* **ASSIGNMENT**
Return each line of the records holding the string "folder".
------ INPUT FOR THIS TASK ------
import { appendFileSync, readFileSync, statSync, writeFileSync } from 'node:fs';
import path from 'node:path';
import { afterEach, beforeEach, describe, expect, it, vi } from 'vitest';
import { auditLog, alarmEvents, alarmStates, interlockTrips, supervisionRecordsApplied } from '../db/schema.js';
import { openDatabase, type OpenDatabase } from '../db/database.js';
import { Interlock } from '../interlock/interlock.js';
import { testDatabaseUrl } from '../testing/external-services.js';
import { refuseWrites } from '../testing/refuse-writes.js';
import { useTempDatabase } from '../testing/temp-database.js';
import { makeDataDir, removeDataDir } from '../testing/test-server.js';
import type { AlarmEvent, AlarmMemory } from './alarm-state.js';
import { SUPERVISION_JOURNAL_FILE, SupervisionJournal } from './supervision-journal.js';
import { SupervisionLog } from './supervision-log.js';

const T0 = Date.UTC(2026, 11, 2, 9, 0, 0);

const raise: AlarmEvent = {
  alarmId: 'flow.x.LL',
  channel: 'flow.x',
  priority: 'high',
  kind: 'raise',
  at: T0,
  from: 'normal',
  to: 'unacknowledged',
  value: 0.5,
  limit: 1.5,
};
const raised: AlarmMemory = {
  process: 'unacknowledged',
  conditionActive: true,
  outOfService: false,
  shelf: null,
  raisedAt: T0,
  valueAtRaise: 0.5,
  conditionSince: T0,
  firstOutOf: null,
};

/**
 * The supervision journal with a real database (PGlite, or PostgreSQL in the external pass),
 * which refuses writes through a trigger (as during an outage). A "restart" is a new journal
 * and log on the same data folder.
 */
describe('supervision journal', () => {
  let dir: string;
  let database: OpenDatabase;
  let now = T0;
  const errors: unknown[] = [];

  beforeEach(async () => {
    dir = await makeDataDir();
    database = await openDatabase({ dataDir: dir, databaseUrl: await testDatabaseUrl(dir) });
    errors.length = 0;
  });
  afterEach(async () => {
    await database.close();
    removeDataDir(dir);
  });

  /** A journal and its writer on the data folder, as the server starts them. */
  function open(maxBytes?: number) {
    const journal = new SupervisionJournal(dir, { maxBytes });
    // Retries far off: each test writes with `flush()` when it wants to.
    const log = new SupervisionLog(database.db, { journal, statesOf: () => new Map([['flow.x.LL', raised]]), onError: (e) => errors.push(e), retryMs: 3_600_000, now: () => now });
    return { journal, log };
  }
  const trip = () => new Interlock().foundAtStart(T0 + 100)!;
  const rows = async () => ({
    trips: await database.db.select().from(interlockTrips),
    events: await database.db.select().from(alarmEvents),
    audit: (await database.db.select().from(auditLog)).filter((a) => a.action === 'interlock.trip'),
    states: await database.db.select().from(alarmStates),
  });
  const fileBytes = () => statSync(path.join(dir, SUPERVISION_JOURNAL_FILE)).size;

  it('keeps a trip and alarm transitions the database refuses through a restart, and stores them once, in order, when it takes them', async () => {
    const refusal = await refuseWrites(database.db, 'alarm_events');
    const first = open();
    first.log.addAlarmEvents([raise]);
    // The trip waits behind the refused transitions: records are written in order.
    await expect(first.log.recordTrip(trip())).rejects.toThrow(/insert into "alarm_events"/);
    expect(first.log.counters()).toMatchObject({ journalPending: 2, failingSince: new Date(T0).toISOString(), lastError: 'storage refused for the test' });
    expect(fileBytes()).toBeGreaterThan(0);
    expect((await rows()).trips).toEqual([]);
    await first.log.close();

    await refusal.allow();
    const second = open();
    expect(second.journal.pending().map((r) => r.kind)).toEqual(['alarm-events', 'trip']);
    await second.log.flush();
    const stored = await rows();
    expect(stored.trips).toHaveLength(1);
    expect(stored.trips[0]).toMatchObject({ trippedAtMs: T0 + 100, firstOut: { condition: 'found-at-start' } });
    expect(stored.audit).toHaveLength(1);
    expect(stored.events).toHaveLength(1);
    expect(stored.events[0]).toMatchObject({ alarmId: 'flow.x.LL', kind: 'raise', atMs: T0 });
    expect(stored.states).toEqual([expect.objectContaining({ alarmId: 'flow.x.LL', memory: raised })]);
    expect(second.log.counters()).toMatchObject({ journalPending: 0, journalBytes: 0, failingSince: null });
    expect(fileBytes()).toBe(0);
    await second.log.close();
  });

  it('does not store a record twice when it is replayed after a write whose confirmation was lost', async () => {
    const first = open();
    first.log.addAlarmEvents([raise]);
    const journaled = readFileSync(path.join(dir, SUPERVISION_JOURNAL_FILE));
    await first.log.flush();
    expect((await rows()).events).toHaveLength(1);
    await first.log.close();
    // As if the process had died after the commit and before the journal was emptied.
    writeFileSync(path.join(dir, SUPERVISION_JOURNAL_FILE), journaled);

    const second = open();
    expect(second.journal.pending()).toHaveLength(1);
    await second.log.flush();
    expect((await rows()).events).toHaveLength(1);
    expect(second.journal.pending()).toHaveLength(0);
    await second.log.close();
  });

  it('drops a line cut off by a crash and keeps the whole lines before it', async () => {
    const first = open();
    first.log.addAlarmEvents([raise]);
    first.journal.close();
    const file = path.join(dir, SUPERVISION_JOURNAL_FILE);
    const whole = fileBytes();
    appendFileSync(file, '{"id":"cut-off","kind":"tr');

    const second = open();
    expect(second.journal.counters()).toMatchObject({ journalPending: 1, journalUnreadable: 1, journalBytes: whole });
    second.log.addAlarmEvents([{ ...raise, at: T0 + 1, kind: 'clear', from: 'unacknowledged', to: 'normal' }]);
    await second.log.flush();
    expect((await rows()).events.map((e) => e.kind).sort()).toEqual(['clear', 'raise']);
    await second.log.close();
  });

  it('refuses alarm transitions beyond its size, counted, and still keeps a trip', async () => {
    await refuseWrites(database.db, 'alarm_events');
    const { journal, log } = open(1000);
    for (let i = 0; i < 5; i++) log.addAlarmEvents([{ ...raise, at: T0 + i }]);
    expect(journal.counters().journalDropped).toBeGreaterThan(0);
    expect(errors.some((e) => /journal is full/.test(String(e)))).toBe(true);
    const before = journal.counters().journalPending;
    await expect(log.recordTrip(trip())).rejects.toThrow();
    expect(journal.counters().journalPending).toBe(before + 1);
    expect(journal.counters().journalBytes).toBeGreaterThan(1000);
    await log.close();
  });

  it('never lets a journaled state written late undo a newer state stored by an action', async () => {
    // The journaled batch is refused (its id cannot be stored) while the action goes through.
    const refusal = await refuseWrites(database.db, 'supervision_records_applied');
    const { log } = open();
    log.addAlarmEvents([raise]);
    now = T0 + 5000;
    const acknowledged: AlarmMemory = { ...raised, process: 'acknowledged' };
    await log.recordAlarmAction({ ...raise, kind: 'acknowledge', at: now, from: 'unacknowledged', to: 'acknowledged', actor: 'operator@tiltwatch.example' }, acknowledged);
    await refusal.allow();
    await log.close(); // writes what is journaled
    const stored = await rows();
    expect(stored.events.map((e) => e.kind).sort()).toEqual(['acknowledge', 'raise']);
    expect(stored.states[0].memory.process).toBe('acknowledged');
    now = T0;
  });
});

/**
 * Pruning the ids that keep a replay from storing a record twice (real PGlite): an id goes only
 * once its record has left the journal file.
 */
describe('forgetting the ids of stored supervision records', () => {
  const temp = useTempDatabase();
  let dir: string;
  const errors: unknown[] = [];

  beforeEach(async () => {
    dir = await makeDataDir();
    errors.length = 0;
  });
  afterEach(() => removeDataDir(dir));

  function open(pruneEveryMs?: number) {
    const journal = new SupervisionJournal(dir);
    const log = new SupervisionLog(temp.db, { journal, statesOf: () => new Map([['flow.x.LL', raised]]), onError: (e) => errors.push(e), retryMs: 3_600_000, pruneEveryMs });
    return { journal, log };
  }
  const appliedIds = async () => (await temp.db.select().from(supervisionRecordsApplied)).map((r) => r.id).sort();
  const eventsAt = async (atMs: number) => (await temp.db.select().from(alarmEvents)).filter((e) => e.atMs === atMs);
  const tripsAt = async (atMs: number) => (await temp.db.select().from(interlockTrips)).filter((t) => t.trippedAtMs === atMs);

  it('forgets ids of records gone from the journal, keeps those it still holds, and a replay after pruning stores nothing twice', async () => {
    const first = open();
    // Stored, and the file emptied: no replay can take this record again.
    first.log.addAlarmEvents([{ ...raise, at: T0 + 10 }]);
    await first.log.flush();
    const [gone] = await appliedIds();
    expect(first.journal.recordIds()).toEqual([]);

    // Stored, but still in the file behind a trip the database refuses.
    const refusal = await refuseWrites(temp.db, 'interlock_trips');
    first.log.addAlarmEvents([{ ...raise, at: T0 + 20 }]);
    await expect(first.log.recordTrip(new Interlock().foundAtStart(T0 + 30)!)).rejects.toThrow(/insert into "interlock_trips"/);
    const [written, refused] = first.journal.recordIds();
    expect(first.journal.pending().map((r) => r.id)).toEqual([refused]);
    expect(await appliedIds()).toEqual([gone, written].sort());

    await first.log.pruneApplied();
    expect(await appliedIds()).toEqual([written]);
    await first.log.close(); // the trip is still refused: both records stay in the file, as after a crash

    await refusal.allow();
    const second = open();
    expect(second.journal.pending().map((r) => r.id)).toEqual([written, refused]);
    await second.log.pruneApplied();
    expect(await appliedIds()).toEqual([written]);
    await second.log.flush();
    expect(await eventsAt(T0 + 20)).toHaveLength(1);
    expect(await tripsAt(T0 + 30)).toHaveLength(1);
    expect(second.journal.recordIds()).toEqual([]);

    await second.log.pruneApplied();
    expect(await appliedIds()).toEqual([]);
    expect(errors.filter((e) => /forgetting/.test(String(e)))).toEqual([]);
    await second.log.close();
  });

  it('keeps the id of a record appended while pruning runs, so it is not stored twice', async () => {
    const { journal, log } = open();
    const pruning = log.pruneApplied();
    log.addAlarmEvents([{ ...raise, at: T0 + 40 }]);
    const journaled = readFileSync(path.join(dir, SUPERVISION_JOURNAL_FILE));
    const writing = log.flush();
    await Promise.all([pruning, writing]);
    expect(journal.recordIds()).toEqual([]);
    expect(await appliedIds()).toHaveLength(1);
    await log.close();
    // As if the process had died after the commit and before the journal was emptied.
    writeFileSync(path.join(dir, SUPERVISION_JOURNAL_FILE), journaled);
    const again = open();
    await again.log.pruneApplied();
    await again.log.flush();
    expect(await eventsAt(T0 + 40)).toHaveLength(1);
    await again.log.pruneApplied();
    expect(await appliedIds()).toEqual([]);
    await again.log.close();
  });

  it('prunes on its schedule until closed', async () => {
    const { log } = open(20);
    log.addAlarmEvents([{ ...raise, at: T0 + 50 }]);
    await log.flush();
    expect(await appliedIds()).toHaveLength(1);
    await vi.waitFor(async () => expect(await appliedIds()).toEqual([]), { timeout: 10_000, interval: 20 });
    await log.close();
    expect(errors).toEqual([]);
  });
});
------
* **RESPONSE TO THE TASK**
 * and log on the same data folder.
  /** A journal and its writer on the data folder, as the server starts them. */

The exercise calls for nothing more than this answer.